Open Source Tools for Machine Learning

Open source machine learning software makes it easier to implement machine learning solutions on single computers and at scale, and the diversity of packages provide more options for implementers.

Accord Framework/
Machine Learning Accord, a machine learning and signal processing framework for .Net, is an extension of a previous project in the same vein, A set of algorithms for vision processing are included; it operates on image streams (such as video) and can be used to implement such functions as the tracking of moving objects. Accord also includes libraries that provide a more conventional gamut of machine learning functions, from neural networks to decision-tree systems.

Cloudera Oryx
Yet another machine learning project designed for Hadoop, Oryx comes courtesy of the creators of the Cloudera Hadoop distribution. The name on the label isn’t the only detail that sets Oryx apart: Per Cloudera’s emphasis on analyzing live streaming data by way of the Spark project, Oryx is designed to allow machine learning models to be deployed on real-time streamed data, enabling projects like real-time spam filters or recommendation engines.

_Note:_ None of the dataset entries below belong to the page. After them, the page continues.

@dataclass
class World:
    length: float  # rack length along x
    n_aisles: int
    salt: int
    gaps: list = field(default_factory=list)  # (rack index, x centre, width)
    pallets: list = field(default_factory=list)  # (x, y)
    persons: list = field(default_factory=list)  # dict(x, y0, y1, t0, speed)

    def aisle_y(self, k: int) -> float:
        return k * PITCH

    def rects(self) -> tuple[np.ndarray, np.ndarray]:
        """Axis-aligned blocks (x0, x1, y0, y1) and their kind (0 rack, 1 wall, with the rack index in 10+j)."""
        out, kind = [], []
        for j in range(self.n_aisles + 1):  # rack j lies just below aisle j (and above aisle j-1)
            y1 = j * PITCH - AISLE_W / 2
            y0 = y1 - RACK_D
            cuts = sorted((x - w / 2, x + w / 2) for r, x, w in self.gaps if r == j)
            x = 0.0
            for a, b in cuts + [(self.length, self.length)]:
                if a - x > 0.3:
                    out.append((x, a, y0, y1))
                    kind.append(10 + j)
                x = max(x, b)
        y_lo = -AISLE_W / 2 - RACK_D - 2.0
        y_hi = (self.n_aisles - 1) * PITCH + AISLE_W / 2 + RACK_D + 2.0
        x_lo, x_hi, t = -CROSS, self.length + CROSS, 0.3
        out += [(x_lo - t, x_lo, y_lo - t, y_hi + t), (x_hi, x_hi + t, y_lo - t, y_hi + t),
                (x_lo - t, x_hi + t, y_lo - t, y_lo), (x_lo - t, x_hi + t, y_hi, y_hi + t)]
        kind += [1, 1, 1, 1]
        return np.asarray(out, np.float64), np.asarray(kind, np.int64)


def serpentine_legs(world: World, x0: float) -> list[Leg]:
    """Aisle legs joined by cross-aisle legs; each turn is 90 degrees in place."""
    legs = []
    x, direction = x0, 1
    for k in range(world.n_aisles):
        y = world.aisle_y(k)
        end_x = world.length + CROSS / 2 if direction > 0 else -CROSS / 2
        psi = 0.0 if direction > 0 else math.pi
        turn = math.pi / 2 if direction > 0 else -math.pi / 2
        legs.append(Leg(np.array([x, y]), psi, abs(end_x - x), "aisle", turn))
        legs.append(Leg(np.array([end_x, y]), math.pi / 2, PITCH, "cross", turn))
        x, direction = end_x, -direction
    return legs


# --------------------------------------------------------------------------------------------------------------------
# Motion simulation
# --------------------------------------------------------------------------------------------------------------------

@dataclass
class Motion:
    t: np.ndarray  # (n,) s, uniform SIM_DT grid
    x: np.ndarray
    y: np.ndarray
    heading: np.ndarray  # unwrapped (rad)
    v: np.ndarray  # forward speed (m/s)
    wheel: np.ndarray  # mean wheel rim speed (m/s), drives bearing and floor vibration
    events: list  # dicts: kind, start_s, end_s and kind-specific parameters
    world: World


def person_pos(p: dict, t: float) -> tuple[float, float] | None:
    """Where a crossing person is at time t: across the aisle, then off along the next aisle; None once gone."""
    tau = max(t - p["t0"], 0.0)
    across = abs(p["y1"] - p["y0"])
    t_mid = p["pause_at"] / p["speed"]  # stops mid-aisle for a moment, then walks on
    walked = p["speed"] * (min(tau, t_mid) + max(0.0, tau - t_mid - p["pause"]))
    if walked <= across:
        return p["x"], p["y0"] + math.copysign(walked, p["y1"] - p["y0"])
    if walked > across + 5.0:
        return None
    return p["x"] + p["away"] * (walked - across), p["y1"]


def _smoothstep(x):
    x = np.clip(x, 0.0, 1.0)
    return x * x * (3 - 2 * x)


def simulate(rng: np.random.Generator, duration_s: float, kinds: list[str]) -> Motion:
    """Drive one rover through its patrol with the planned anomalies; returns the 100 Hz trajectory and events."""
    length = float(rng.uniform(40.0, 52.0))
    n_aisles = int(math.ceil(duration_s * 1.6 / length)) + 2
    world = World(length=length, n_aisles=n_aisles, salt=int(rng.integers(1, 2**31 - 1)))
    for j in range(n_aisles + 1):  # a few pass-through gaps in the racks, as real layouts have
        for x in rng.uniform(4, length - 4, size=int(rng.integers(0, 2))):
            world.gaps.append((j, float(x), 1.3))
    # Start early in the aisle when a spatial event is planned, so that there is room ahead for it.
    spatial = any(k in ("pallet", "person", "ramp") for k in kinds)
    legs = serpentine_legs(world, x0=float(rng.uniform(2.0, (0.2 if spatial else 0.55) * length)))

    # Planned start times, spread over the recording; the controller starts spatial events when the rover is in a
    # place where they make sense (an aisle with room ahead), which can be a little later.
    lengths = {"bearing": float(rng.uniform(10, 14)), "bump": 4.0, "pallet": 12.0, "person": 10.0, "ramp": 11.0}
    events = []
    slots = [(0.2, 0.4)] if len(kinds) == 1 else [(0.07, 0.15), (0.5, 0.58)]
    # Spatial events first: early on the rover is in its first aisle with room ahead.
    ordered = sorted(kinds, key=lambda k: k not in ("pallet", "person", "ramp"))
    for kind, (a, b) in zip(ordered, slots):
        t_plan = float(rng.uniform(a, b) * duration_s)
        if kind == "bearing":
            t_plan = min(max(t_plan, 2.0), duration_s - 8.0)  # leaves room for at least 6 s
            dur = min(lengths["bearing"], duration_s - t_plan - 2.0)
            if dur < 6.0:
                continue
            events.append({"kind": kind, "t_plan": t_plan, "state": "active", "start_s": t_plan,
                           "end_s": t_plan + dur})
        else:
            events.append({"kind": kind, "t_plan": t_plan, "state": "pending", "latest": duration_s - lengths[kind]})

    a_brake, a_acc = 0.6, 0.5
    n = int(round((duration_s + 1.0) / SIM_DT)) + 1
    out = np.zeros((n, 5))  # x, y, heading, v, wheel
    leg_i, s = 0, 0.0
    cruise = float(rng.uniform(0.8, 1.3))
    v = cruise
    next_cruise = float(rng.uniform(4, 9))
    next_stop = float(rng.uniform(5, 15))
    mode, until, stop_kind = "drive", 0.0, None
    turn_t0, heading_turn0 = 0.0, 0.0
    active = None  # the one controller event in progress
    for i in range(n):
        t = i * SIM_DT
        leg = legs[min(leg_i, len(legs) - 1)]
        quiet = active is not None or any(e["kind"] == "bearing" and e["start_s"] - 3 <= t <= e["end_s"] + 1
                                          for e in events)
        if mode == "turn":
            T = 3.2  # s per 90-degree turn: peak yaw rate ~1 rad/s
            tau = t - turn_t0
            if tau >= T:
                leg_i += 1
                s, mode = 0.0, "drive"
                leg = legs[min(leg_i, len(legs) - 1)]
                x, y, hd = *leg.pose(0.0)[:2], heading_turn0 + legs[leg_i - 1].turn_after
                omega = 0.0
            else:
                x, y = legs[leg_i].pose(legs[leg_i].length)[:2]
                d = legs[leg_i].turn_after
                hd = heading_turn0 + d * (tau / T - math.sin(2 * math.pi * tau / T) / (2 * math.pi))
                omega = d / T * (1 - math.cos(2 * math.pi * tau / T))
            v = 0.0
            out[i] = (x, y, hd, 0.0, abs(omega) * HALF_TRACK)
            continue

        # -- event triggers --------------------------------------------------------------------------------------
        if active is None and mode == "drive":
            for e in events:
                if e["state"] != "pending" or t < e["t_plan"]:
                    continue
                if t > e["latest"]:
                    e["state"] = "dropped"
                    continue
                room = leg.length - s
                k = e["kind"]
                if k == "bump" and v >= 0.6:
                    e.update(state="active", t_bump=t, start_s=t - 2.0, end_s=t + 2.0)
                    mode = "bump"
                elif k == "pallet" and leg.kind == "aisle" and room >= 14 and v > 0.3:
                    s_p = s + min(11.5, room - 5.5)
                    s_stop = s_p - 0.6 - 1.8
                    leg.swerves.append((s_stop, s_p - 0.6, s_p + 0.6, s_p + 2.4, 0.85))
                    px, py, _ = Leg(leg.p0, leg.psi, leg.length, "aisle", 0.0).pose(s_p)
                    off = -0.15  # pallet a little right of centre, leaving room on the left
                    world.pallets.append((px - off * math.sin(leg.psi), py + off * math.cos(leg.psi)))
                    e.update(state="active", t_trigger=t, s_stop=s_stop, s_end=s_p + 2.4, waited=False)
                elif k == "person" and leg.kind == "aisle" and room >= 11 and v > 0.3:
                    s_c = s + min(7.5, room - 3.5)
                    xc = float(leg.p0[0] + s_c * math.cos(leg.psi))
                    aisle = int(round(leg.p0[1] / PITCH))
                    world.gaps += [(aisle, xc, 1.4), (aisle + 1, xc, 1.4)]
                    side = float(rng.choice([-1.0, 1.0]))  # +1: from the rover's left
                    yc = world.aisle_y(aisle)
                    left = math.cos(leg.psi)  # the rover's left in world y (+1 heading +x, -1 heading -x)
                    y_start = yc + side * left * (AISLE_W / 2 + 0.6 * RACK_D)
                    y_end = yc - side * left * (AISLE_W / 2 + RACK_D + 0.5)
                    p = {"x": xc, "y0": y_start, "y1": y_end, "t0": t + 0.5, "speed": 0.6,
                         "pause_at": abs(yc - y_start), "pause": 2.5,
                         "away": math.cos(leg.psi)}  # then walks off ahead of the rover, out of sight
                    world.persons.append(p)
                    e.update(state="active", t_trigger=t, s_stop=s_c - 2.0, s_cross=s_c, person=p,
                             clear_y=yc - side * left * (AISLE_W / 2 + 0.2), released=None)
                elif k == "ramp" and leg.kind == "aisle" and room >= 1.1 * 11 + 2.5 and v > 0.5:
                    e.update(state="active", start_s=t, end_s=t + 11.0,
                             pitch_deg=float(rng.uniform(7, 9)), roll_deg=float(rng.choice([-1, 1]) * 2.0))
                    cruise = float(np.clip(cruise, 0.7, 1.1))
                if e["state"] == "active":
                    active = e
                    break

        # -- speed control -----------------------------------------------------------------------------------------
        if t >= next_cruise and active is None:
            cruise = float(rng.uniform(0.7, 1.4))
            next_cruise = t + float(rng.uniform(5, 10))
        target = cruise if leg.kind == "aisle" else min(cruise, 0.6)
        stops = [leg.length]
        if mode == "drive" and t >= next_stop:
            if not quiet and s + v * v / (2 * a_brake) + 1.0 < leg.length and leg.kind == "aisle":
                stop_kind = ("random", s + v * v / (2 * a_brake) + 0.05)
            next_stop = t + float(rng.uniform(12, 26))
        if stop_kind is not None:
            stops.append(stop_kind[1])
        if active is not None and active["kind"] == "pallet":
            if not active["waited"]:
                stops.append(active["s_stop"])
            elif s < active["s_end"]:
                target = min(target, 0.5)  # squeezing past slowly
            else:
                active.update(state="done", t_passed=t)
                active = None
        if active is not None and active["kind"] == "person":
            p = active["person"]
            pos = person_pos(p, t)
            clear = pos is None or (pos[1] - active["clear_y"]) * math.copysign(1, p["y1"] - p["y0"]) > 0
            if clear and active["released"] is None:
                active["released"] = t + 1.0
            if active["released"] is None or t < active["released"]:
                stops.append(active["s_stop"])
            elif s > active["s_cross"]:
                active.update(state="done", t_passed=t)
                active = None
        if active is not None and active["kind"] == "ramp" and t > active["end_s"]:
            active["state"] = "done"
            active = None
        if active is not None and active["kind"] == "bump" and mode == "drive" and t > active["t_bump"] + 2.0:
            active["state"] = "done"
            active = None

        if mode == "bump":
            v = max(0.0, v - 4.0 * SIM_DT)
            if v == 0.0:
                mode, until = "wait", t + 2.0
        elif mode == "wait":
            v = 0.0
            if t >= until:
                mode = "drive"
        else:
            d_min = min(st - s for st in stops)
            v_allow = math.sqrt(2 * a_brake * max(d_min, 0.0))
            target = min(target, v_allow)
            v += float(np.clip(target - v, -1.5 * a_brake * SIM_DT, a_acc * SIM_DT))
            v = max(v, 0.0)
            if d_min <= 0.01 and v < 0.08:
                v = 0.0
                s = s + max(d_min, 0.0)
                if active is not None and active["kind"] == "pallet" and not active["waited"] \
                        and abs(active["s_stop"] - s) <= 0.011:
                    active["waited"] = True
                    mode, until = "wait", t + 3.0
                elif stop_kind is not None and abs(stop_kind[1] - s) <= 0.011:
                    mode, until, stop_kind = "wait", t + float(rng.uniform(2, 4)), None
                elif abs(leg.length - s) <= 0.011:
                    mode, turn_t0 = "turn", t
                    heading_turn0 = out[i - 1, 2] if i else leg.psi
                # else: held at the person's stop line until released
        s = min(s + v * SIM_DT, leg.length)
        x, y, hd = leg.pose(s)
        if i and mode != "turn":
            # keep the heading unwrapped and continuous with the turns already made
            hd = out[i - 1, 2] + math.remainder(hd - out[i - 1, 2], 2 * math.pi)
        out[i] = (x, y, hd, v, v)

    # Events still running at the end keep their planned extent; dropped ones are not labelled.
    for e in events:
        if e["kind"] in ("pallet", "person") and e["state"] in ("active", "done"):
            e.setdefault("t_passed", duration_s)
    t = np.arange(n) * SIM_DT
    return Motion(t=t, x=out[:, 0], y=out[:, 1], heading=out[:, 2], v=out[:, 3], wheel=out[:, 4],
                  events=[e for e in events if e["state"] in ("active", "done")], world=world)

As the name implies, ConvNetJS provides neural network machine learning libraries for use in JavaScript, facilitating use of the browser as a data workbench. An NPM version is also available for those using Node.js.

By now most everyone knows how GPUs can crunch certain problems faster than CPUs. But applications don’t automatically take advantage of GPU acceleration; they have to be specifically written to do so. CUDA-Convnet is a machine learning library for neural-network applications, written in C++ to exploit the Nvidia’s CUDA GPU processing technology (CUDA boards of at least the Fermi generation are required).

Google’s Go language has been in the wild for only five years, but has started to enjoy wider use, due to a growing collection of libraries. GoLearn was created to address the lack of an all-in-one machine learning library for Go; the goal is “simplicity paired with customizability,” according to developer Stephen Witworth.

0xdata’s H2O's algorithms are geared for business processes -- fraud or trend predictions, for instance -- rather than, say, image analysis. H2O can interact in a stand-alone fashion with HDFS stores, on top of YARN, in MapReduce, or directly in an Amazon EC2 instance.

Mahout Apache
The Mahout framework has long been tied to Hadoop, but many of the algorithms under its umbrella can also run as-is outside Hadoop. They're useful for stand-alone applications that might eventually be migrated into Hadoop or for Hadoop projects that could be spun off into their own stand-alone applications.

Apache’s own machine learning library for Spark and Hadoop, MLlib boasts a gamut of common algorithms and useful data types, designed to run at speed and scale. As you’d expect with any Hadoop project, Java is the primary language for working in MLlib, but Python users can connect MLlib with the NumPy library (also used in scikit-learn), and Scala users can write code against MLlib.

Python has become a go-to programming language for math, science, and statistics due to its ease of adoption and the breadth of libraries available for nearly any application. Scikit-learn leverages this breadth by building on top of several existing Python packages -- NumPy, SciPy, and matplotlib -- for math and science work. The resulting libraries can be used either for interactive “workbench” applications or be embedded into other software and reused.

Among the oldest, most venerable of machine learning libraries, Shogun was created in 1999 and written in C++, but isn’t limited to working in C++. Thanks to the SWIG library, Shogun can be used transparently in such languages and environments: as Java, Python, C#, Ruby, R, Lua, Octave, and Matlab.

Weka, a product of the University of Waikato, New Zealand, collects a set of Java machine learning algorithms engineered specifically for data mining. This GNU GPLv3-licensed collection has a package system to extend its functionality, with both official and unofficial packages available.